- authors: the MetaboHUB consortium
- creation date:
2023-03-02
- targeted public: MetaboHUB’s code developers (All WPs)
- scope: MetaboHUB2 – WP5 – T2 - Infrastructure
- main goal: Best practices and recommendations for CI/CD pipelines
- Warning: this document focuses on GitLab CI/CD advices and recommendations; not on CI/CD technics and instructions.
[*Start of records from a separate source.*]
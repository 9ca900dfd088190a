"""Rows for events, alerts and the model snapshots the attribution starts from."""

from __future__ import annotations

import json

from watcher.store import chain

ALERT_LOG_INSERT = chain.insert_sql("alert_log", chain.ALERT_LOG_FIELDS, zone_scoped=False)
EVENT_LOG_INSERT = chain.insert_sql("event_log", chain.EVENT_LOG_FIELDS, zone_scoped=False)

ALERT_COLUMNS = (
    "id",
    "zone",
    "rule",
    "severity",
    "label",
    "metric",
    "threshold",
    "status",
    "since_s",
    "raised_s",
    "value",
    "worst_value",
    "acked_s",
    "acked_by",
    "ack_note",
    "cleared_s",
    "escalated_s",
    "repeats",
)


class AlertRows:
    conn = None  # set by Store

    def alert_states(self) -> dict[tuple[str, str], dict]:
        return {(z, r): json.loads(s) for z, r, s in self.conn.execute("SELECT zone, rule, state FROM alert_state")}

    def save_alert_state(self, zone: str, rule: str, state: dict) -> None:
        self.conn.execute(
            "INSERT OR REPLACE INTO alert_state (zone, rule, state) VALUES (?,?,?)", (zone, rule, json.dumps(state))
        )

    def alert_insert(self, **row) -> int:
        cols = ", ".join(row)
        cur = self.conn.execute(
            f"INSERT INTO alerts ({cols}) VALUES ({', '.join('?' * len(row))})", tuple(row.values())
        )
        return int(cur.lastrowid)

    def alert_update(self, alert_id: int, **fields) -> None:
        sets = ", ".join(f"{k} = ?" for k in fields)
        self.conn.execute(f"UPDATE alerts SET {sets} WHERE id = ?", (*fields.values(), alert_id))

    def alert_log_add(self, alert_id: int, step: str, at_s: float, wall_s: float, value=None, by=None, note=None):
        self.conn.execute(ALERT_LOG_INSERT, chain.params((alert_id, step, at_s, wall_s, value, by, note)))

    def alerts_list(self, open_only: bool = False, limit: int = 500) -> list[dict]:
        sql = f"SELECT {', '.join(ALERT_COLUMNS)} FROM alerts"
        if open_only:
            sql += " WHERE status IN ('open', 'acknowledged')"
        rows = self.conn.execute(sql + " ORDER BY id DESC LIMIT ?", (limit,))
        return [dict(zip(ALERT_COLUMNS, r)) for r in rows]

    def alert_get(self, alert_id: int) -> dict | None:
        row = self.conn.execute(f"SELECT {', '.join(ALERT_COLUMNS)} FROM alerts WHERE id = ?", (alert_id,)).fetchone()
        return None if row is None else dict(zip(ALERT_COLUMNS, row))

    def alert_log(self, alert_id: int) -> list[tuple]:
        return self.conn.execute(
            "SELECT step, at_s, wall_s, value, by, note FROM alert_log WHERE alert_id = ? ORDER BY id", (alert_id,)
        ).fetchall()

    def command_add(self, alert_id: int, by: str, note: str | None, source: str, sender: str | None, now_s: float):
        cur = self.conn.execute(
            "INSERT INTO alert_commands (alert_id, by, note, source, sender, received_s) VALUES (?,?,?,?,?,?)",
            (alert_id, by, note, source, sender, now_s),
        )
        return int(cur.lastrowid)

    def commands_pending(self) -> list[tuple]:
        return self.conn.execute(
            "SELECT id, alert_id, by, note, source, sender FROM alert_commands WHERE done_s IS NULL ORDER BY id"
        ).fetchall()

    def command_done(self, command_id: int, now_s: float, result: str) -> None:
        self.conn.execute("UPDATE alert_commands SET done_s = ?, result = ? WHERE id = ?", (now_s, result, command_id))

    def command_result(self, command_id: int) -> str | None:
        row = self.conn.execute("SELECT result FROM alert_commands WHERE id = ?", (command_id,)).fetchone()
        return None if row is None else row[0]


class EventRows:
    conn = None  # set by Store

    def event_upsert(self, zone: str, kind: str, start_ts: float, end_ts: float | None, detail: dict) -> None:
        """Insert or update an event; detail keys merge into what is stored (costs are kept)."""
        self.conn.execute(
            "INSERT INTO events (zone, kind, start_ts, end_ts, detail) VALUES (?,?,?,?,?) "
            "ON CONFLICT(zone, kind, start_ts) DO UPDATE SET end_ts = excluded.end_ts, "
            "detail = json_patch(events.detail, excluded.detail)",
            (zone, kind, start_ts, end_ts, json.dumps(detail)),
        )
        row = self.conn.execute(
            "SELECT id, end_ts, detail FROM events WHERE zone = ? AND kind = ? AND start_ts = ?", (zone, kind, start_ts)
        ).fetchone()
        self.conn.execute(EVENT_LOG_INSERT, chain.params((row[0], "set", zone, kind, start_ts, row[1], row[2])))

    def events_for(self, zone: str, since_ts: float, until_ts: float | None = None) -> list[dict]:
        """Events of a zone that end after since_ts (or are still open) and start before until_ts."""
        sql = "SELECT id, kind, start_ts, end_ts, detail FROM events WHERE zone = ? AND (end_ts IS NULL OR end_ts >= ?)"
        args: list = [zone, since_ts]
        if until_ts is not None:
            sql += " AND start_ts < ?"
            args.append(until_ts)
        rows = self.conn.execute(sql + " ORDER BY start_ts", args)
        return [{"id": r[0], "kind": r[1], "start_ts": r[2], "end_ts": r[3], **json.loads(r[4])} for r in rows]

    def event_delete(self, event_id: int) -> None:
        row = self.conn.execute(
            "SELECT zone, kind, start_ts, end_ts, detail FROM events WHERE id = ?", (event_id,)
        ).fetchone()
        if row is not None:
            self.conn.execute(EVENT_LOG_INSERT, chain.params((event_id, "delete", *row)))
        self.conn.execute("DELETE FROM events WHERE id = ?", (event_id,))

    def signal_rows(self, zone: str, signals: tuple[str, ...], after_ts: float, upto_ts: float) -> list[tuple]:
        """(sensor, signal, ts, value) of the given signals in (after_ts, upto_ts], in time order."""
        marks = ", ".join("?" * len(signals))
        return self.conn.execute(
            f"SELECT sensor, signal, ts, value FROM readings WHERE zone = ? AND signal IN ({marks}) "
            "AND ts > ? AND ts <= ? ORDER BY ts, sensor",
            (zone, *signals, after_ts, upto_ts),
        ).fetchall()

    def last_received(self, zone: str, recent_s: float = 2 * 86400.0) -> dict[str, float]:
        """Each sensor's newest receive time, among readings up to recent_s older than the
        zone's newest (an index range, not a scan of the zone's whole history)."""
        rows = self.conn.execute(
            "SELECT sensor, max(received_ts) FROM readings WHERE zone = ? AND ts >= "
            "(SELECT max(ts) FROM readings WHERE zone = ?) - ? GROUP BY sensor",
            (zone, zone, recent_s),
        )
        return dict(rows.fetchall())

    def marks(self) -> dict[tuple[str, str], float]:
        return {(z, m): v for z, m, v in self.conn.execute("SELECT zone, mark, value FROM zone_marks")}

    def set_mark(self, zone: str, mark: str, value: float) -> None:
        self.conn.execute("INSERT OR REPLACE INTO zone_marks (zone, mark, value) VALUES (?,?,?)", (zone, mark, value))

    def switch_state(self, zone: str) -> list[tuple[str, str, float, float, float]]:
        """Per door/defrost sensor: (sensor, signal, last ts, last value, since) where since is
        the first reading after the last 'off' one (when the current 'on' began)."""
        out = []
        for sensor, signal, ts, value in self.conn.execute(
            "SELECT sensor, signal, max(ts), value FROM readings WHERE zone = ? AND signal IN ('door', 'defrost') "
            "AND ts >= (SELECT max(ts) FROM readings WHERE zone = ?) - 30 * 86400.0 GROUP BY sensor, signal",
            (zone, zone),
        ).fetchall():
            since = self.conn.execute(
                "SELECT min(ts) FROM readings WHERE zone = ? AND sensor = ? AND signal = ? AND ts > coalesce("
                "(SELECT max(ts) FROM readings WHERE zone = ? AND sensor = ? AND signal = ? AND value < 0.5), -1e300)",
                (zone, sensor, signal, zone, sensor, signal),
            ).fetchone()[0]
            out.append((sensor, signal, ts, value, since if since is not None else ts))
        return out

    def alert_open_id(self, zone: str, rule: str) -> int | None:
        """The newest open or acknowledged alert of that zone and rule."""
        row = self.conn.execute(
            "SELECT id FROM alerts WHERE zone = ? AND rule = ? AND status IN ('open', 'acknowledged') "
            "ORDER BY id DESC LIMIT 1",
            (zone, rule),
        ).fetchone()
        return None if row is None else row[0]

    def alert_steps_after(self, log_id: int, steps: tuple[str, ...]) -> list[tuple]:
        """(log id, step, at_s, zone, severity, label) of alert log rows after log_id."""
        return self.conn.execute(
            "SELECT l.id, l.step, l.at_s, a.zone, a.severity, a.label FROM alert_log l JOIN alerts a "
            f"ON a.id = l.alert_id WHERE l.id > ? AND l.step IN ({', '.join('?' * len(steps))}) ORDER BY l.id",
            (log_id, *steps),
        ).fetchall()

    def report_add(self, site: str, week: str, generated_s: float, heads: dict, digest: str, files: dict) -> None:
        self.conn.execute(
            "INSERT INTO reports (site, week, generated_s, heads, digest, files) VALUES (?,?,?,?,?,?)",
            (site, week, generated_s, json.dumps(heads), digest, json.dumps(files)),
        )

    def report_scheduled(self, site: str, week: str) -> bool:
        """True once the schedule (not a person) has produced that site's summary for the week."""
        sql = "SELECT 1 FROM reports WHERE site = ? AND week = ? AND json_extract(files, '$.auto') = 1"
        return self.conn.execute(sql, (site, week)).fetchone() is not None

    def rejections_since(self, since_s: float) -> int:
        """Messages rejected since then (a rate-limited row stands for n of them)."""
        sql = "SELECT coalesce(sum(n), 0) FROM rejections WHERE received_ts >= ?"
        return self.conn.execute(sql, (since_s,)).fetchone()[0]

    def snapshot_save(self, zone: str, t_s: float, spec_key: str, blob: bytes) -> None:
        self.conn.execute(
            "INSERT OR REPLACE INTO zone_snapshots (zone, t_s, spec_key, state) VALUES (?,?,?,?)",
            (zone, t_s, spec_key, blob),
        )

    def snapshot_before(self, zone: str, t_s: float, spec_key: str) -> tuple[float, bytes] | None:
        return self.conn.execute(
            "SELECT t_s, state FROM zone_snapshots WHERE zone = ? AND spec_key = ? AND t_s <= ? ORDER BY t_s DESC LIMIT 1",
            (zone, spec_key, t_s),
        ).fetchone()

    def snapshot_first_after(self, zone: str, t0_s: float, t1_s: float, spec_key: str) -> tuple[float, bytes] | None:
        return self.conn.execute(
            "SELECT t_s, state FROM zone_snapshots WHERE zone = ? AND spec_key = ? AND t_s > ? AND t_s < ? "
            "ORDER BY t_s LIMIT 1",
            (zone, spec_key, t0_s, t1_s),
        ).fetchone()

    def snapshot_first_ts(self, zone: str, spec_key: str) -> float | None:
        return self.conn.execute(
            "SELECT min(t_s) FROM zone_snapshots WHERE zone = ? AND spec_key = ?", (zone, spec_key)
        ).fetchone()[0]

    def snapshots_drop(self, zone: str, before_ts: float | None = None, after_ts: float | None = None) -> None:
        if before_ts is not None:  # older than that, keep the first of each UTC day (for reports)
            self.conn.execute(
                "DELETE FROM zone_snapshots WHERE zone = ? AND t_s < ? AND t_s NOT IN ("
                "SELECT min(t_s) FROM zone_snapshots WHERE zone = ? GROUP BY CAST(t_s / 86400 AS INTEGER))",
                (zone, before_ts, zone),
            )
        if after_ts is not None:
            self.conn.execute("DELETE FROM zone_snapshots WHERE zone = ? AND t_s >= ?", (zone, after_ts))

    def daily_save(self, row: dict) -> None:
        cols = ", ".join(row)
        self.conn.execute(
            f"INSERT OR REPLACE INTO daily_growth ({cols}) VALUES ({', '.join('?' * len(row))})", tuple(row.values())
        )

    def daily_days(self, zone: str) -> set[str]:
        return {r[0] for r in self.conn.execute("SELECT day FROM daily_growth WHERE zone = ?", (zone,))}

    def daily_rows(self, zone: str | None = None) -> list[dict]:
        cur = self.conn.execute(
            "SELECT * FROM daily_growth" + (" WHERE zone = ?" if zone else "") + " ORDER BY zone, day",
            (zone,) if zone else (),
        )
        names = [d[0] for d in cur.description]
        return [dict(zip(names, r)) for r in cur.fetchall()]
For that, please refer to GitLab official CI/CD documentation.
This document contains a list of advices and best practices to design GitLab CI/CD.
GitLab forge hosts a simple and powerful CI/CD environment.
A simple yaml formatted file, named .gitlab-ci.yml
, loaded at the root of a git repository, contains all CI/CD instructions and actions.
Even if it’s possible, we do not recommend to rename this file unless your project is host on different GitLab server,
with different available runner or third part resources.
CI/CD should be used to:
- check if my code compile successfully (for Java / C / C++ projects)
- validate If any library / dependency is present on a "fresh-install" computer or "from scratch built" environment.
- run all unit tests; run all e2e tests (if applicable; best practice, highly recommended)
- get a test-coverage report (optional - best practice)
- analyze your code using a specific tool (e.g.: sonarqube) and detect potential security issues, bugs, bad practices, ... (if applicable - highly recommended)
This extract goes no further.